All entries below must be reproduced without a single change.

== Task data ==

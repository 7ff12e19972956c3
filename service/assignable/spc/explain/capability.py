"""Worked steps of capability: of measurements, of counts, of several characteristics, and of conformance."""

from __future__ import annotations

from collections.abc import Sequence

import scipy

from ..capability.attributes import AttributeCapability
from ..capability.indices import Capability, Index, MachineCapability, NormalSummary
from ..capability.joint import JointCapability
from ..capability.nonnormal import QuantileCapability
from ..capability.specification import Specification
from ..capability.uncertainty import (
    GlobalRisks,
    GuardedLimits,
    ProcessDistribution,
    ProductCapability,
    ResultConformance,
)
from ..data import Floats, Subgroups
from ..factors import c4_of_freedom
from .distributions import quantile_step
from .pieces import moving_sigma_steps, within_steps
from .steps import Pad, Step, Value, present, summed


def of_measurements(
    data: Floats | NormalSummary,
    specification: Specification,
    capability: Capability | None,
    machine: MachineCapability | None,
    quantiles: QuantileCapability | None,
) -> tuple[Step, ...]:
    """The steps from values to the indices and their intervals."""
    pad = Pad()
    if capability is not None:
        _normal(pad, data, specification, capability)
    if machine is not None:
        _machine(pad, specification, machine)
    if quantiles is not None:
        _by_quantiles(pad, specification, quantiles)
    return pad.steps


def _normal(pad: Pad, data: Floats | NormalSummary, specification: Specification, found: Capability) -> None:
    if not isinstance(data, NormalSummary):
        mean = pad.mean(f"Mean of the {found.count} values", data.reshape(-1), "#/capability/mean")
        pad.deviation("Overall standard deviation", data.reshape(-1), mean, "#/capability/total/sigma")
        if found.within is not None:
            estimator = found.within.estimator
            if data.ndim == 2:
                within_steps(pad, Subgroups(data).statistics(), estimator, "#/capability/within/sigma")
            else:
                moving_sigma_steps(pad, data, 2, estimator, "#/capability/within/sigma")
    for estimate, names, word, unbiased in (
        (found.within, ("cp", "cpl", "cpu", "cpk"), "within-subgroup sigma", True),
        (found.total, ("pp", "ppl", "ppu", "ppk"), "overall standard deviation", False),
    ):
        if estimate is None:
            continue
        _indices(pad, specification, found.mean, estimate.sigma, names, word, "#/capability")
        both, least = getattr(found, names[0]), getattr(found, names[3])
        if both is not None:
            _chi_square(
                pad, names[0], both, estimate.degrees_of_freedom, unbiased, found.confidence, "#/capability"
            )
            _bissell(
                pad,
                names[3],
                least,
                found.count,
                estimate.degrees_of_freedom,
                found.confidence,
                "#/capability",
            )
    _towards_target(pad, specification, found)
    _expected(pad, specification, found)


def _indices(
    pad: Pad,
    specification: Specification,
    mean: float,
    sigma: float,
    names: Sequence[str],
    word: str,
    at: str,
) -> None:
    both, below, above, least = names
    lower, upper = specification.lower, specification.upper
    if lower is not None and upper is not None and both:
        pad.work(
            f"{both.capitalize()}: width of the specification over six times the {word}",
            "(upper - lower) / (6 * sigma)",
            f"{at}/{both}/value",
            upper=upper,
            lower=lower,
            sigma=sigma,
        )
    sides: dict[str, Value] = {}
    if lower is not None:
        sides[below or "to_lower"] = pad.work(
            f"{(below or 'To the lower limit').capitalize()}: from the lower limit to the mean, over three times the "
            f"{word}",
            "(mean - lower) / (3 * sigma)",
            f"{at}/{below}/value" if below else None,
            mean=mean,
            lower=lower,
            sigma=sigma,
        )
    if upper is not None:
        sides[above or "to_upper"] = pad.work(
            f"{(above or 'To the upper limit').capitalize()}: from the mean to the upper limit, over three times the "
            f"{word}",
            "(upper - mean) / (3 * sigma)",
            f"{at}/{above}/value" if above else None,
            upper=upper,
            mean=mean,
            sigma=sigma,
        )
    formula = f"min({', '.join(sides)})" if len(sides) > 1 else next(iter(sides))
    pad.work(
        f"{least.capitalize()}: the smaller of the two, or the only one",
        formula,
        f"{at}/{least}/value",
        **sides,
    )


def _chi_square(
    pad: Pad, name: str, index: Index, freedom: float, unbiased: bool, confidence: float, at: str
) -> None:
    """The interval of an index of width."""
    tail = 0.5 * (1.0 - confidence)
    scale = c4_of_freedom(freedom) if unbiased else 1.0
    for end, probability, where in (
        ("Lower", tail, "lower"),
        ("Upper", 1.0 - tail, "upper"),
    ):
        half = 0.5 * freedom
        chi = 2.0 * float(
            scipy.special.gammaincinv(half, tail)
            if where == "lower"
            else scipy.special.gammainccinv(half, tail)
        )
        values: dict[str, Value] = {
            "index": index.value,
            "chi": (chi, f"quantile of chi-square at {probability:g} with {freedom:.9g} degrees of freedom"),
            "freedom": freedom,
        }
        if unbiased:
            values["c4"] = (scale, "mean standard deviation of that many degrees of freedom over sigma")
        pad.work(
            f"{end} end of the interval of {name}",
            "index * sqrt(chi / freedom)" + (" / c4" if unbiased else ""),
            f"{at}/{name}/{where}",
            **values,
        )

===

## [Solution for this problem]
repository 7ff12e19972956c3
filename service/assignable/spc/explain/capability.py
"""Worked steps of capability: of measurements, of counts, of several characteristics, and of conformance."""

from __future__ import annotations

from collections.abc import Sequence

import scipy

from ..capability.attributes import AttributeCapability
from ..capability.indices import Capability, Index, MachineCapability, NormalSummary
from ..capability.joint import JointCapability
from ..capability.nonnormal import QuantileCapability
from ..capability.specification import Specification
from ..capability.uncertainty import (
    GlobalRisks,
    GuardedLimits,
    ProcessDistribution,
    ProductCapability,
    ResultConformance,
)
from ..data import Floats, Subgroups
from ..factors import c4_of_freedom
from .distributions import quantile_step
from .pieces import moving_sigma_steps, within_steps
from .steps import Pad, Step, Value, present, summed


def of_measurements(
    data: Floats | NormalSummary,
    specification: Specification,
    capability: Capability | None,
    machine: MachineCapability | None,
    quantiles: QuantileCapability | None,
) -> tuple[Step, ...]:
    """The steps from values to the indices and their intervals."""
    pad = Pad()
    if capability is not None:
        _normal(pad, data, specification, capability)
    if machine is not None:
        _machine(pad, specification, machine)
    if quantiles is not None:
        _by_quantiles(pad, specification, quantiles)
    return pad.steps


def _normal(pad: Pad, data: Floats | NormalSummary, specification: Specification, found: Capability) -> None:
    if not isinstance(data, NormalSummary):
        mean = pad.mean(f"Mean of the {found.count} values", data.reshape(-1), "#/capability/mean")
        pad.deviation("Overall standard deviation", data.reshape(-1), mean, "#/capability/total/sigma")
        if found.within is not None:
            estimator = found.within.estimator
            if data.ndim == 2:
                within_steps(pad, Subgroups(data).statistics(), estimator, "#/capability/within/sigma")
            else:
                moving_sigma_steps(pad, data, 2, estimator, "#/capability/within/sigma")
    for estimate, names, word, unbiased in (
        (found.within, ("cp", "cpl", "cpu", "cpk"), "within-subgroup sigma", True),
        (found.total, ("pp", "ppl", "ppu", "ppk"), "overall standard deviation", False),
    ):
        if estimate is None:
            continue
        _indices(pad, specification, found.mean, estimate.sigma, names, word, "#/capability")
        both, least = getattr(found, names[0]), getattr(found, names[3])
        if both is not None:
            _chi_square(
                pad, names[0], both, estimate.degrees_of_freedom, unbiased, found.confidence, "#/capability"
            )
            _bissell(
                pad,
                names[3],
                least,
                found.count,
                estimate.degrees_of_freedom,
                found.confidence,
                "#/capability",
            )
    _towards_target(pad, specification, found)
    _expected(pad, specification, found)


def _indices(
    pad: Pad,
    specification: Specification,
    mean: float,
    sigma: float,
    names: Sequence[str],
    word: str,
    at: str,
) -> None:
    both, below, above, least = names
    lower, upper = specification.lower, specification.upper
    if lower is not None and upper is not None and both:
        pad.work(
            f"{both.capitalize()}: width of the specification over six times the {word}",
            "(upper - lower) / (6 * sigma)",
            f"{at}/{both}/value",
            upper=upper,
            lower=lower,
            sigma=sigma,
        )
    sides: dict[str, Value] = {}
    if lower is not None:
        sides[below or "to_lower"] = pad.work(
            f"{(below or 'To the lower limit').capitalize()}: from the lower limit to the mean, over three times the "
            f"{word}",
            "(mean - lower) / (3 * sigma)",
            f"{at}/{below}/value" if below else None,
            mean=mean,
            lower=lower,
            sigma=sigma,
        )
    if upper is not None:
        sides[above or "to_upper"] = pad.work(
            f"{(above or 'To the upper limit').capitalize()}: from the mean to the upper limit, over three times the "
            f"{word}",
            "(upper - mean) / (3 * sigma)",
            f"{at}/{above}/value" if above else None,
            upper=upper,
            mean=mean,
            sigma=sigma,
        )
    formula = f"min({', '.join(sides)})" if len(sides) > 1 else next(iter(sides))
    pad.work(
        f"{least.capitalize()}: the smaller of the two, or the only one",
        formula,
        f"{at}/{least}/value",
        **sides,
    )


def _chi_square(
    pad: Pad, name: str, index: Index, freedom: float, unbiased: bool, confidence: float, at: str
) -> None:
    """The interval of an index of width."""
    tail = 0.5 * (1.0 - confidence)
    scale = c4_of_freedom(freedom) if unbiased else 1.0
    for end, probability, where in (
        ("Lower", tail, "lower"),
        ("Upper", 1.0 - tail, "upper"),
    ):
        half = 0.5 * freedom
        chi = 2.0 * float(
            scipy.special.gammaincinv(half, tail)
            if where == "lower"
            else scipy.special.gammainccinv(half, tail)
        )
        values: dict[str, Value] = {
            "index": index.value,
            "chi": (chi, f"quantile of chi-square at {probability:g} with {freedom:.9g} degrees of freedom"),
            "freedom": freedom,
        }
        if unbiased:
            values["c4"] = (scale, "mean standard deviation of that many degrees of freedom over sigma")
        pad.work(
            f"{end} end of the interval of {name}",
            "index * sqrt(chi / freedom)" + (" / c4" if unbiased else ""),
            f"{at}/{name}/{where}",
            **values,
        )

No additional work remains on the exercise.